- _Exercise prompt_
When you reach the line containing "openTestDatabase, type TestDatabase", include it and stop; until then, return each line of the material exactly, starting with the first.

--------------------------------------------------

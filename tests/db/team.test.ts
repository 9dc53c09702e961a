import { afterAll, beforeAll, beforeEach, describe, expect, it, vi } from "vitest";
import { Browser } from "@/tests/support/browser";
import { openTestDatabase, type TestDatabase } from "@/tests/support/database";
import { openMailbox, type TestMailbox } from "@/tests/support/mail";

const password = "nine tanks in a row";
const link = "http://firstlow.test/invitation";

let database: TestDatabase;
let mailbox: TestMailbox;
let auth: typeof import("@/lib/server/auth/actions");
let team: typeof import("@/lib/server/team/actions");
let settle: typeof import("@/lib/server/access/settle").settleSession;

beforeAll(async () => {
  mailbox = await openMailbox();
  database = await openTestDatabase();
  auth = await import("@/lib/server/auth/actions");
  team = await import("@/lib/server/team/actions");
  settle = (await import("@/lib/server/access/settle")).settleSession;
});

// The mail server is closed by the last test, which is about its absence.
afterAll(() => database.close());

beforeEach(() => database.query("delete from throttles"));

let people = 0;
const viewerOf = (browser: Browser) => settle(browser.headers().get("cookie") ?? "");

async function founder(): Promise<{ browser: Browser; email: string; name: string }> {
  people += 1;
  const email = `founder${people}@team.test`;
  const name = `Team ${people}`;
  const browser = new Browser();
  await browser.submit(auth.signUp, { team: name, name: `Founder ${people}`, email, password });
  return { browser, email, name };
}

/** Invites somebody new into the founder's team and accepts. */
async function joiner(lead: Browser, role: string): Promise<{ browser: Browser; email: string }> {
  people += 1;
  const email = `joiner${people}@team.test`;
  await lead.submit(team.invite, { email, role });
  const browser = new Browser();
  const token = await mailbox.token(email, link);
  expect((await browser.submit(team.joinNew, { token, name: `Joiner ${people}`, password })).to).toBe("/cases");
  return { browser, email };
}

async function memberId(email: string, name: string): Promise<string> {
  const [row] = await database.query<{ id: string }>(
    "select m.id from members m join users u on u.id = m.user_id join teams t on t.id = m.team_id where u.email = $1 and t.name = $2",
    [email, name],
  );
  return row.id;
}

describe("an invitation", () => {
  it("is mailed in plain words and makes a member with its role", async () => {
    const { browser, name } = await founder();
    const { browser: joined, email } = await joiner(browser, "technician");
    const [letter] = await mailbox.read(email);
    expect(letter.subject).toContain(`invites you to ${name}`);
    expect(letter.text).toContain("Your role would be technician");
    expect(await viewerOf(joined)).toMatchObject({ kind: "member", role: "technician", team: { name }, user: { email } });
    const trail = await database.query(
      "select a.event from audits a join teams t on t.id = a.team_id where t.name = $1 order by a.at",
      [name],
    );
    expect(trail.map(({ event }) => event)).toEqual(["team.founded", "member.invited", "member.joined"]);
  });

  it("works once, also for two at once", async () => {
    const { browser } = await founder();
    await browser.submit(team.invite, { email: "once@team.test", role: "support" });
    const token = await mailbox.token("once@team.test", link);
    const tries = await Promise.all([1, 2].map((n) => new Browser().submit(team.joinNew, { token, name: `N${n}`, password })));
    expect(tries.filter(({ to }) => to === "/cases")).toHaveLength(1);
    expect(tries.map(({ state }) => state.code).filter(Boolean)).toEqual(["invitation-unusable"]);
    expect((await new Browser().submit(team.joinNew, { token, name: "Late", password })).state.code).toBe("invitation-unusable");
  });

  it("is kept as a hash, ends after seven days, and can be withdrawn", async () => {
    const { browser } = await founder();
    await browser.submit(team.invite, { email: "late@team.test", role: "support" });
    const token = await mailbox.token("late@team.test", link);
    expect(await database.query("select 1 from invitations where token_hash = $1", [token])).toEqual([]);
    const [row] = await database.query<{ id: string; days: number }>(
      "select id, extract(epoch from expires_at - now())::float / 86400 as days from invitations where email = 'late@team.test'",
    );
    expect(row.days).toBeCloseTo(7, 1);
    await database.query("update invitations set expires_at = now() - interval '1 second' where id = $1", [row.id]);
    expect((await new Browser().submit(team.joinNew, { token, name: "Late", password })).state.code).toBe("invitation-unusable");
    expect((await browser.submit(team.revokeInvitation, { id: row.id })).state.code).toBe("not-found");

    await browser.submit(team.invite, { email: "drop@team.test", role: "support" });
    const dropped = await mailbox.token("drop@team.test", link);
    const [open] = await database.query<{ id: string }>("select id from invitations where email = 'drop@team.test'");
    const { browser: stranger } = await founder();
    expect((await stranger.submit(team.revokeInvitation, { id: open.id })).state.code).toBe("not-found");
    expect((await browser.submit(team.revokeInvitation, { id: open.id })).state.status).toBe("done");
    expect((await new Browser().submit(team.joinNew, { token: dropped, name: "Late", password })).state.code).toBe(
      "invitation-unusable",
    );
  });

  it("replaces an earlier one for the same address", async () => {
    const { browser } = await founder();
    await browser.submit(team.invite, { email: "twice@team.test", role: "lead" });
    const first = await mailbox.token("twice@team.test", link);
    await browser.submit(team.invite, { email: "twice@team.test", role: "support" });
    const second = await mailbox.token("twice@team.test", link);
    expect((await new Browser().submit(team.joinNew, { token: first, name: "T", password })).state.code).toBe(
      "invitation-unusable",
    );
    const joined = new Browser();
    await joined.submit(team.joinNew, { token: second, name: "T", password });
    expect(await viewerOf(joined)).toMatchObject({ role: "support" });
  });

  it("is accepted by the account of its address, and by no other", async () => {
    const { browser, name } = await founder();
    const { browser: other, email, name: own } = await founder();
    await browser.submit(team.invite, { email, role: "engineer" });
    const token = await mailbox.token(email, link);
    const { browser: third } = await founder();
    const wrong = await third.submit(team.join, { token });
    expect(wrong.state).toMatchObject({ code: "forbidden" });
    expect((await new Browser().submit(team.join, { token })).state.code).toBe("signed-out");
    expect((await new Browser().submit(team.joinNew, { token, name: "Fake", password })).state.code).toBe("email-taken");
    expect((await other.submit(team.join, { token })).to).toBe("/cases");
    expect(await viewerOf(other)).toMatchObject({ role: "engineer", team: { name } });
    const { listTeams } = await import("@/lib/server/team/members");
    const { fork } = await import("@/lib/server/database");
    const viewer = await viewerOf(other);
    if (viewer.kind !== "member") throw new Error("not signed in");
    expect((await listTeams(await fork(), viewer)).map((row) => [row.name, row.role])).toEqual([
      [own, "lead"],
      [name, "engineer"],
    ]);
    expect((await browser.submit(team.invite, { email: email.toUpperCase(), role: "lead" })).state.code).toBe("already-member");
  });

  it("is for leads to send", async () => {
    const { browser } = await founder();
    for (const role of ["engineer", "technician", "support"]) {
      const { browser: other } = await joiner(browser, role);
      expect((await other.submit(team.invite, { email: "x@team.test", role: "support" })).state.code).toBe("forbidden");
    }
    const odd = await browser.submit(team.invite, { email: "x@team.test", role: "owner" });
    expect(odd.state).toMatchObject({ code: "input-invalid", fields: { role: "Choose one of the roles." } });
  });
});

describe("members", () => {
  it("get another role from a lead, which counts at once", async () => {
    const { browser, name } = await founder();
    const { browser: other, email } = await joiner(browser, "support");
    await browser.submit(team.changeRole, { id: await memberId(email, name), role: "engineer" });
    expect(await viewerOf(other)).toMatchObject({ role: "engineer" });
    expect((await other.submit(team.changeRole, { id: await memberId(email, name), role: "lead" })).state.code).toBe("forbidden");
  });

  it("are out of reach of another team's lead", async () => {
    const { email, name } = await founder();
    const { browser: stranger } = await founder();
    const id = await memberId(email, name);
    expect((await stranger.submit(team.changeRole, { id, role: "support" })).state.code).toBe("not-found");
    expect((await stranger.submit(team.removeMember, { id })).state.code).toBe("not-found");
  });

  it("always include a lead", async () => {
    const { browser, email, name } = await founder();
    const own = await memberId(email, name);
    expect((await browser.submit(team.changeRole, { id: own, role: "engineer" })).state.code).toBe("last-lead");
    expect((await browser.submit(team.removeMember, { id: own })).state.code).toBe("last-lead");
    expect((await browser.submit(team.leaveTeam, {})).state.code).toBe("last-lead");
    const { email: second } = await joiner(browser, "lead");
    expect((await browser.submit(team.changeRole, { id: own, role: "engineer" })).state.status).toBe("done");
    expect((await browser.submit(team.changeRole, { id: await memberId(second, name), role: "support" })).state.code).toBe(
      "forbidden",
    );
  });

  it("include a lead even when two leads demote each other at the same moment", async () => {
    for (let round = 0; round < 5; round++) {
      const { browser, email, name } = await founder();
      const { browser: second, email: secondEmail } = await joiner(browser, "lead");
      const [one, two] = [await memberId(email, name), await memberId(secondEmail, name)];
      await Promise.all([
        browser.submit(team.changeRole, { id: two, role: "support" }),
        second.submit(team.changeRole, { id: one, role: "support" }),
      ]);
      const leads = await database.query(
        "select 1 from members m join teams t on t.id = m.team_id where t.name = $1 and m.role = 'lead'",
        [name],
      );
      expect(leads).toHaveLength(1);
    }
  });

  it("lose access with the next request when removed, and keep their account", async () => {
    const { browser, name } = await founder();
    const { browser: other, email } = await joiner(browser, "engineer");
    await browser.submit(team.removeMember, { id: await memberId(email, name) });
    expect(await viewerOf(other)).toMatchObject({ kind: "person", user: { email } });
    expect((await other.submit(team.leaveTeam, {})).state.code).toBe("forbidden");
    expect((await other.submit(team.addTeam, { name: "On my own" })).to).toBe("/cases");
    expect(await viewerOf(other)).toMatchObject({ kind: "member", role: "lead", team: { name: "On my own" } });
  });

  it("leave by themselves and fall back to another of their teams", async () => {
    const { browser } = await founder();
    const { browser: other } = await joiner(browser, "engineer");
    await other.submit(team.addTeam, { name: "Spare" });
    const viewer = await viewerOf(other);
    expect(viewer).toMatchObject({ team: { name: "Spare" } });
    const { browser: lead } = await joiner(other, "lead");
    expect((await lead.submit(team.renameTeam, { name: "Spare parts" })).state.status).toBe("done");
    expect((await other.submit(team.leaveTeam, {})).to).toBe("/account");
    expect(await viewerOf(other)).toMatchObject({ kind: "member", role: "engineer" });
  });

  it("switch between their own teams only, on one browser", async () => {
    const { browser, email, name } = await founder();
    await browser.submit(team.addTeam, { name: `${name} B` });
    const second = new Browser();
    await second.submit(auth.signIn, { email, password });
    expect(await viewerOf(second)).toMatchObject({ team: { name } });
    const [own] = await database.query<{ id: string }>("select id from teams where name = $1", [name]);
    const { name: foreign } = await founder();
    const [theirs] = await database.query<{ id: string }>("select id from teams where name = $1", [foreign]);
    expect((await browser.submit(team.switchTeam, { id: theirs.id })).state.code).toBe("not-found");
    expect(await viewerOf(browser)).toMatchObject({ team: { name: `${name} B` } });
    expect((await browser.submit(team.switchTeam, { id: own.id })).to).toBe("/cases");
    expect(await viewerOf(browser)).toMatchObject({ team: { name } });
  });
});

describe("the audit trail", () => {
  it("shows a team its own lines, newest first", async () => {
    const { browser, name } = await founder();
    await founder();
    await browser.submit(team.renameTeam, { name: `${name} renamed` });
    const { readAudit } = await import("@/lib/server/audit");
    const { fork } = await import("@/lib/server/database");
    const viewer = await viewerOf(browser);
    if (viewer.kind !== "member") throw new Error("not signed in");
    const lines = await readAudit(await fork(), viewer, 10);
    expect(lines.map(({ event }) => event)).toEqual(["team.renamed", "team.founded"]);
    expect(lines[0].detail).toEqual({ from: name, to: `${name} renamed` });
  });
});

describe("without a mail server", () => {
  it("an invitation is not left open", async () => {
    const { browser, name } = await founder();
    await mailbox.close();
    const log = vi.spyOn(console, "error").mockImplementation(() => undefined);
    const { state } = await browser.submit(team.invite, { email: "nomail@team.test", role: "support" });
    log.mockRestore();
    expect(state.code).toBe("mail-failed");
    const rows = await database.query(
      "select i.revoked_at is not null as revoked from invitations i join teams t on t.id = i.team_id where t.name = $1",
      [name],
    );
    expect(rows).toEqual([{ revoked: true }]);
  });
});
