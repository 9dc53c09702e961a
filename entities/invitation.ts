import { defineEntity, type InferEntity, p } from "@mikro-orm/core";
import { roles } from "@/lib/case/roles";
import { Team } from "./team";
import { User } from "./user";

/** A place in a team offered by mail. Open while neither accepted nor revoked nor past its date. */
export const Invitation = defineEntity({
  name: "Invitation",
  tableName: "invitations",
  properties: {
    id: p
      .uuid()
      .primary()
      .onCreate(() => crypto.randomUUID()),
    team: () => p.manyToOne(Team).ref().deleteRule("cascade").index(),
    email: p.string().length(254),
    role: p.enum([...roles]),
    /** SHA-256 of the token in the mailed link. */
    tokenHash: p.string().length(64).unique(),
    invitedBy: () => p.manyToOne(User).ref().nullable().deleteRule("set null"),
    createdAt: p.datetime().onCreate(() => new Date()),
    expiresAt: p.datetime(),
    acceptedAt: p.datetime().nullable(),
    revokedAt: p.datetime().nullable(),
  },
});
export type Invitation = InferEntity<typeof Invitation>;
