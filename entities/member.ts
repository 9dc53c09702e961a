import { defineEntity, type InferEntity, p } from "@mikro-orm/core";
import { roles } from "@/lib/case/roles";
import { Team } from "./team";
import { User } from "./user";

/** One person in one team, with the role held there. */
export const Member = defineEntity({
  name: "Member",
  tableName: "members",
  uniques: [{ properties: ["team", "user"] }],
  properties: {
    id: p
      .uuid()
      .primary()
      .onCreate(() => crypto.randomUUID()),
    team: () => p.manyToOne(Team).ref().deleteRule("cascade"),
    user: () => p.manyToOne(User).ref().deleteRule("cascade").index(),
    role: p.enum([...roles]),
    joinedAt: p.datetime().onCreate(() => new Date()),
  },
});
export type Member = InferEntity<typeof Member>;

--------------------------------------------------

- _Result for this exercise_
filename tests/db/team.test.ts
repository 9dc53c09702e961a
import { afterAll, beforeAll, beforeEach, describe, expect, it, vi } from "vitest";
import { Browser } from "@/tests/support/browser";
import { openTestDatabase, type TestDatabase } from "@/tests/support/database";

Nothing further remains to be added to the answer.